The Principal Engineer will be responsible for the technology transfer and commercial support of biologics drug substance processes across the network, including both the Amgen manufacturing network and Contract Manufacturing Organizations. Working with a group of engineers and scientists, the Principal Engineer will lead teams across sites and disciplines using engineering principles to implement manufacturing process in a cGMP environment. Beyond the advancement of commercial and pipeline molecules, the Incumbent is expected to drive forward functional and cross-functional initiatives employing strategic approaches.
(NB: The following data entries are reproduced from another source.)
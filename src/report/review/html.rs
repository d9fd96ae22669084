//! A review as one page for a browser or a printer, with nothing to load and nothing to run.

use std::io::{self, Write};

use chrono::TimeDelta;

use super::{
    Paper,
    clock::Clock,
    compare::{cause, unknown},
    corridor_block::CorridorBlock,
    definitions::DEFINITIONS,
    figures::{LONGEST_SENTENCE, NO_BALANCE, NONE, counted, lasting, minutes_of, mw, name, plain, room, share, signed},
    markup::{Cell, Table, anchor, escape, put},
    plot::time_scale,
    scale::{TimeScale, in_full},
    strip::PATTERNS,
};
use crate::{
    desk::State,
    events::{Event, EventKind},
    report::CAUTION,
    review::{Brief, CorridorReview, Course, DayFigures},
};

const STYLE: &str = include_str!("page.css");
/// Rows of the longest tables; everything is in the JSON.
const MOST_EVENTS: usize = 1000;
const MOST_DAYS: usize = 1500;
const MOST_FILES: usize = 500;

/// Writes it.
pub fn write(paper: &Paper, mut to: impl Write) -> io::Result<()> {
    let clock = Clock::new(paper.zone, paper.review.span);
    let time = time_scale(paper);
    let mut page = String::new();
    head(&mut page, paper, &clock, &time);
    page += "<main id=\"main\">\n";
    summary(&mut page, paper, &clock);
    to.write_all(page.as_bytes())?;
    for (place, corridor) in paper.review.corridors.iter().enumerate() {
        page.clear();
        CorridorBlock { paper: *paper, clock, time: &time, corridor, place }.write(&mut page);
        to.write_all(page.as_bytes())?;
    }
    page.clear();
    days(&mut page, paper);
    events(&mut page, paper, &clock);
    files(&mut page, paper);
    meanings(&mut page);
    page += "</main>\n";
    page += concat!("<footer><p>tautline ", env!("CARGO_PKG_VERSION"), "</p></footer>\n</body>\n</html>\n");
    to.write_all(page.as_bytes())
}

fn head(page: &mut String, paper: &Paper, clock: &Clock, time: &TimeScale) {
    let review = paper.review;
    let title = match review.span {
        None => "Review without a single frame".to_owned(),
        Some((first, last)) => {
            let [first, last] =
                [first, last].map(|time| time.with_timezone(&paper.zone).format("%-d %b %Y").to_string());
            if first == last { format!("Review of {first}") } else { format!("Review of {first} to {last}") }
        }
    };
    put!(
        page,
        "<!DOCTYPE html>\n<html lang=\"en\"><head><meta charset=\"utf-8\"/>\
         <meta name=\"viewport\" content=\"width=device-width, initial-scale=1\"/><title>{}</title>\n\
         <style>\n{STYLE}</style></head>\n<body>\n{PATTERNS}<a class=\"skip\" href=\"#main\">Skip to the summary</a>\n\
         <header><h1>{0}</h1>\n",
        escape(&title)
    );
    if let Some((first, last)) = review.span {
        put!(
            page,
            "<p>{} to {}: {}, data for {} of the time",
            escape(&clock.full(first)),
            escape(&clock.full(last)),
            counted(review.frames, "frame"),
            escape(&review.availability().map_or(NONE.into(), share))
        );
        match review.silent_ms {
            ..1000 => *page += ".",
            ms => put!(page, ", none for {}.", lasting(ms)),
        }
        put!(page, " {}</p>\n", escape(&zone(time)));
    }
    if !paper.changes.is_empty() {
        let changes: Vec<_> = paper.changes.iter().map(|change| plain(change, LONGEST_SENTENCE)).collect();
        put!(page, "<p><strong>What if:</strong> {}.</p>\n", escape(&changes.join("; ")));
    }
    put!(page, "<p class=\"caution\">{}</p>\n</header>\n", escape(&CAUTION.replace('\n', " ")));
    *page += "<nav aria-label=\"Contents\"><ul><li><a href=\"#summary\">Summary</a></li>";
    for (place, corridor) in review.corridors.iter().enumerate() {
        put!(page, "<li><a href=\"#{}\">{}</a></li>", anchor(place), escape(&name(&corridor.corridor)));
    }
    if review.days.len() > 1 {
        *page += "<li><a href=\"#days\">Days</a></li>";
    }
    *page += "<li><a href=\"#events\">Events</a></li><li><a href=\"#files\">Files</a></li>\
              <li><a href=\"#definitions\">Definitions and limits</a></li></ul></nav>\n";
}

/// In which zone times are, and with which offsets.
fn zone(time: &TimeScale) -> String {
    let offset = |at_s: i64| time.local(at_s).map_or(String::new(), |time| in_full(&time));
    let shifts = time.shifts();
    if shifts.is_empty() && offset(time.begin_s).starts_with("UTC+00") {
        return "Times are UTC.".into();
    }
    let mut told = format!("Times are of {}: {}", time.zone.name(), offset(time.begin_s));
    for shift in shifts.iter().take(4) {
        // As the clock shows it before it is turned.
        let turned = time.local(shift.at_s - 1).map(|time| time.naive_local() + TimeDelta::seconds(1));
        let when = turned.map_or(String::new(), |time| time.format("%-d %b %H:%M").to_string());
        put!(told, " until {when}, then {}", offset(shift.at_s));
    }
    told + "."
}

fn summary(page: &mut String, paper: &Paper, clock: &Clock) {
    *page += "<section id=\"summary\"><h2>Summary</h2>\n";
    if paper.review.corridors.is_empty() {
        *page += "<p>Not a single frame was read.</p></section>\n";
        return;
    }
    let corridors = || paper.review.corridors.iter().enumerate();
    let mut heading = vec!["corridor", "least headroom, MW", "when", "set by", "thin, min", "spent, min", "blind, min"];
    heading.extend(["known", "transfer, MW"]);
    let table = Table { caption: "All corridors", label: "", heading: &heading };
    table.write(page, corridors().map(|(place, corridor)| summary_row(paper, clock, place, corridor)));
    if corridors().any(|(_, corridor)| corridor.what_if.is_some()) {
        let heading =
            ["corridor", "least headroom, MW", "would have been", "difference", "thin, min", "would have been"];
        let heading = heading.into_iter().chain(["spent, min", "would have been"]).collect::<Vec<_>>();
        let table = Table { caption: "What if", label: "", heading: &heading };
        table.write(page, corridors().filter_map(|(place, corridor)| what_if_row(place, corridor)));
    }
    *page += "</section>\n";
}

fn summary_row(paper: &Paper, clock: &Clock, place: usize, corridor: &CorridorReview) -> Vec<Cell> {
    let none = || NONE.to_owned();
    let was = &corridor.was;
    let least = was.least.as_ref();
    let known_ms = was.state_ms.total_ms() - was.state_ms.ms(&State::Blind);
    let transfer = was.transfer_mw.map_or_else(none, |[low, high]| format!("{} to {}", mw(low), mw(high)));
    let mut row = vec![
        Cell::Link(anchor(place), name(&corridor.corridor)),
        Cell::number(least.map_or_else(none, |least| room(least.headroom_mw))),
        Cell::text(least.map_or_else(none, |least| clock.when(least.time))),
        Cell::text(least.and_then(|least| least.binding.as_ref()).map_or_else(none, cause)),
    ];
    row.extend(
        [State::Thin, State::Spent, State::Blind].map(|state| Cell::number(minutes_of(was.state_ms.ms(&state)))),
    );
    row.push(Cell::number(paper.review.part(known_ms).map_or_else(none, share)));
    row.push(Cell::number(transfer));
    row
}

fn what_if_row(place: usize, corridor: &CorridorReview) -> Option<Vec<Cell>> {
    let courses = [&corridor.was, corridor.what_if.as_ref()?];
    let least = courses.map(|course| course.lowest().map(|least| least.headroom_mw));
    let shown =
        |course: &Course| course.lowest().map_or_else(|| unknown(course).into(), |least| room(least.headroom_mw));
    let [was, would] = courses.map(|course| Cell::number(shown(course)));
    let difference = least[0].zip(least[1]).map_or(NONE.into(), |(was, would)| signed(would - was, 0));
    let mut row = vec![Cell::Link(anchor(place), name(&corridor.corridor)), was, would, Cell::number(difference)];
    let minutes = |state| courses.map(|course| Cell::number(minutes_of(course.state_ms.ms(&state))));
    row.extend([State::Thin, State::Spent].into_iter().flat_map(minutes));
    Some(row)
}

/// One row for each day, with the corridor that came closest.
fn days(page: &mut String, paper: &Paper) {
    let days = &paper.review.days;
    if days.len() < 2 {
        return;
    }
    let compared = paper.review.corridors.iter().any(|corridor| corridor.what_if.is_some());
    let mut heading = vec!["day (UTC)", "least headroom, MW", "corridor", "set by", "thin, min", "spent, min"];
    heading.extend(["blind, min", "data, h", "alarms", "begun with"]);
    if compared {
        heading.push("least would have been, MW");
    }
    *page += "<section id=\"days\"><h2>Days</h2>\n";
    let table = Table {
        caption: "Each day: the corridor that came closest, and all corridors together",
        label: "",
        heading: &heading,
    };
    table.write(page, days.iter().take(MOST_DAYS).map(|day| day_row(paper, day, compared)));
    if days.len() > MOST_DAYS {
        put!(page, "<p>{} more days are in the CSV report.</p>", days.len() - MOST_DAYS);
    }
    *page += "<p class=\"muted\">The CSV report has each corridor's figures for each day.</p></section>\n";
}

fn day_row(paper: &Paper, day: &DayFigures, compared: bool) -> Vec<Cell> {
    let least = |brief: &Brief| brief.least.as_ref().map_or(f64::INFINITY, |least| least.headroom_mw);
    let corridors = paper.review.corridors.iter().zip(&day.corridors);
    let closest = corridors.min_by(|(_, (one, _)), (_, (other, _))| least(one).total_cmp(&least(other)));
    let found = closest.and_then(|(corridor, (was, _))| Some((corridor, was.least.as_ref()?)));
    let shown = |mw: f64| if mw.is_finite() { room(mw) } else { NONE.into() };
    let minutes =
        |state: State| Cell::number(minutes_of(day.corridors.iter().map(|(was, _)| was.state_ms.ms(&state)).sum()));
    let alarms: u64 = day.corridors.iter().map(|(was, _)| was.alarms).sum();
    let mut row = vec![
        Cell::text(day.date.to_string()),
        Cell::number(found.map_or(NONE.into(), |(_, least)| room(least.headroom_mw))),
        Cell::text(found.map_or(NONE.into(), |(corridor, _)| name(&corridor.corridor))),
        Cell::text(found.and_then(|(_, least)| least.binding.as_ref()).map_or(NONE.into(), cause)),
    ];
    row.extend([State::Thin, State::Spent, State::Blind].map(minutes));
    row.push(Cell::number(format!("{:.1}", day.covered_ms as f64 / 3_600_000.0)));
    row.push(Cell::number(alarms.to_string()));
    row.push(Cell::text(match day.beginning {
        crate::review::Beginning::Recorded => "what the recording keeps",
        crate::review::Beginning::Configured => "the configuration",
        crate::review::Beginning::Carried => "the day before",
    }));
    if compared {
        let would = day.corridors.iter().filter_map(|(_, would)| would.as_ref());
        let parts = would.clone().any(|would| would.unbalanced_ms > 0);
        let lowest = shown(would.map(least).fold(f64::INFINITY, f64::min));
        row.push(Cell::number(if parts { NO_BALANCE.into() } else { lowest }));
    }
    row
}

fn events(page: &mut String, paper: &Paper, clock: &Clock) {
    let review = paper.review;
    *page += "<section id=\"events\"><h2>Events</h2>\n";
    let listed = review.most_telling(MOST_EVENTS);
    let is_routine = |event: &&&Event| matches!(event.kind, EventKind::Step | EventKind::Meter);
    let (routine, telling): (Vec<_>, Vec<_>) = listed.iter().partition(is_routine);
    let write = |page: &mut String, caption, events: &[&Event]| {
        let heading = ["time", "corridor", "kind", "what happened"];
        let rows = events.iter().map(|event| event_row(clock, event));
        Table { caption, label: "", heading: &heading }.write(page, rows);
    };
    if telling.is_empty() {
        *page += "<p>No switching, no change of state, no alarm, no gap.</p>";
    } else {
        write(page, "Switching, states, alarms and gaps, in order", &telling);
    }
    if !routine.is_empty() {
        *page += "<div class=\"on-screen\">";
        write(page, "Steps of the sources, and meters", &routine);
        *page += "</div><p class=\"muted\">Steps and meters are not printed.</p>";
    }
    if listed.len() < review.events.len() {
        put!(page, "<p>{} less telling ones are in the JSON report.</p>", review.events.len() - listed.len());
    }
    if review.events_left_out > 0 {
        put!(page, "<p>{} more were too many to be kept.</p>", review.events_left_out);
    }
    *page += "</section>\n";
}

fn event_row(clock: &Clock, event: &Event) -> Vec<Cell> {
    vec![
        Cell::text(clock.when(event.time)),
        Cell::text(event.corridor.as_ref().map_or(NONE.into(), |corridor| name(corridor))),
        Cell::text(event.kind.word()),
        Cell::text(plain(&event.text, LONGEST_SENTENCE)),
    ]
}

fn files(page: &mut String, paper: &Paper) {
    let review = paper.review;
    *page += "<section id=\"files\"><h2>Files and findings</h2>\n";
    if !review.files.is_empty() {
        let table = Table { caption: "Files", label: "", heading: &["file", "findings"] };
        let rows = review.files.iter().take(MOST_FILES).map(|file| {
            let findings = if file.findings.is_empty() { "none".into() } else { file.findings.join("; ") };
            vec![Cell::text(plain(&file.name, LONGEST_SENTENCE)), Cell::text(plain(&findings, 5 * LONGEST_SENTENCE))]
        });
        table.write(page, rows);
        if review.files.len() > MOST_FILES {
            put!(page, "<p>{} more files are in the JSON report.</p>", review.files.len() - MOST_FILES);
        }
    }
    if review.findings.is_empty() {
        *page += "<p>No findings on the days themselves.</p>";
    } else {
        let table = Table { caption: "Findings", label: "", heading: &["day (UTC)", "finding"] };
        let rows = review.findings.iter().take(MOST_FILES);
        let row = |(date, finding): &(chrono::NaiveDate, String)| {
            vec![Cell::text(date.to_string()), Cell::text(plain(finding, LONGEST_SENTENCE))]
        };
        table.write(page, rows.map(row));
    }
    *page += "</section>\n";
}

fn meanings(page: &mut String) {
    *page += "<section id=\"definitions\"><h2>Definitions</h2>\n<dl>";
    for (term, meaning) in DEFINITIONS {
        put!(page, "<dt>{}</dt><dd>{}</dd>", escape(term), escape(meaning));
    }
    *page += "</dl></section>\n<section id=\"limits\"><h2>Limits of the method</h2>\n";
    put!(page, "<p class=\"caution\">{}</p>\n", escape(&CAUTION.replace('\n', " ")));
    *page += "<p>Each side is one machine behind a reactance with constant voltage; loads are constant admittances; the network is \
              balanced apart from the fault itself. A review is as good as the recorded measurements and the configuration.</p>\
              </section>\n";
}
Doctorate degree and 2 years of Engineering and/or Operations experience
Master's degree and 6 years of Engineering and/or Operations experience
Bachelor's degree and 8 years of Engineering and/or Operations experience
Associate's degree and 10 years of Engineering and/or Operations experience
High school diploma / GED and 12 years of Engineering and/or Operations experience
2 years of managerial experience directly managing people and/or leadership experience leading teams, projects, programs or directing the allocation of resources
- 8 years of experience in a Process Development/Process Engineering environment, with specific experience in the implementation and support of biopharmaceutical manufacturing processes
- Proven ability to manage and deliver results in a highly fluid, interactive matrixed environment
- Experience in process scale-up and technology transfer from laboratory to pilot and/or manufacturing scale
- Experience working with commercial manufacture of biologics using single use technology
- Strong understanding cGMP requirements
- Experience with regulatory filings and inspections
- Experience related to upstream and/or downstream biologics process development technology transfer, scale-up and ongoing manufacturing of biologics (cGMP) including technical support for nonconformance investigations and other commercial support activities
- Experience in working with design and optimization of pharmaceutical processing unit operations including cell expansion, harvest, clarification, Protein A, IEX, SEC, TFF, UFDF, and sterile filtration among others for a variety of biological molecules
- Deep understanding of operational aspects of biopharma and/or engineering industries
- Ability to apply engineering principles and statistical analysis, including design of experiments, in-order to solve processing issues and evaluate opportunities for process improvements
- Experience in the analysis of data generated from a variety of analytical techniques
- Strong oral and verbal communication and presentation skills enabling strong relationships with internal and external stakeholders
- Ability to derive insightful strategies to improve business processes
- Experience in supervision of direct reports and mentoring of matrix-team members
- Fluency in one or more foreign languages
Amgen is committed to unlocking the potential of biology for patients suffering from serious illnesses by discovering, developing, manufacturing and delivering innovative human therapeutics. This approach begins by using tools like advanced human genetics to unravel the complexities of disease and understand the fundamentals of human biology.
Amgen focuses on areas of high unmet medical need and leverages its expertise to strive for solutions that improve health outcomes and dramatically improve people's lives. A biotechnology pioneer since 1980, Amgen has grown to be one of the world's leading independent biotechnology companies, has reached millions of patients around the world and is developing a pipeline of medicines with breakaway potential.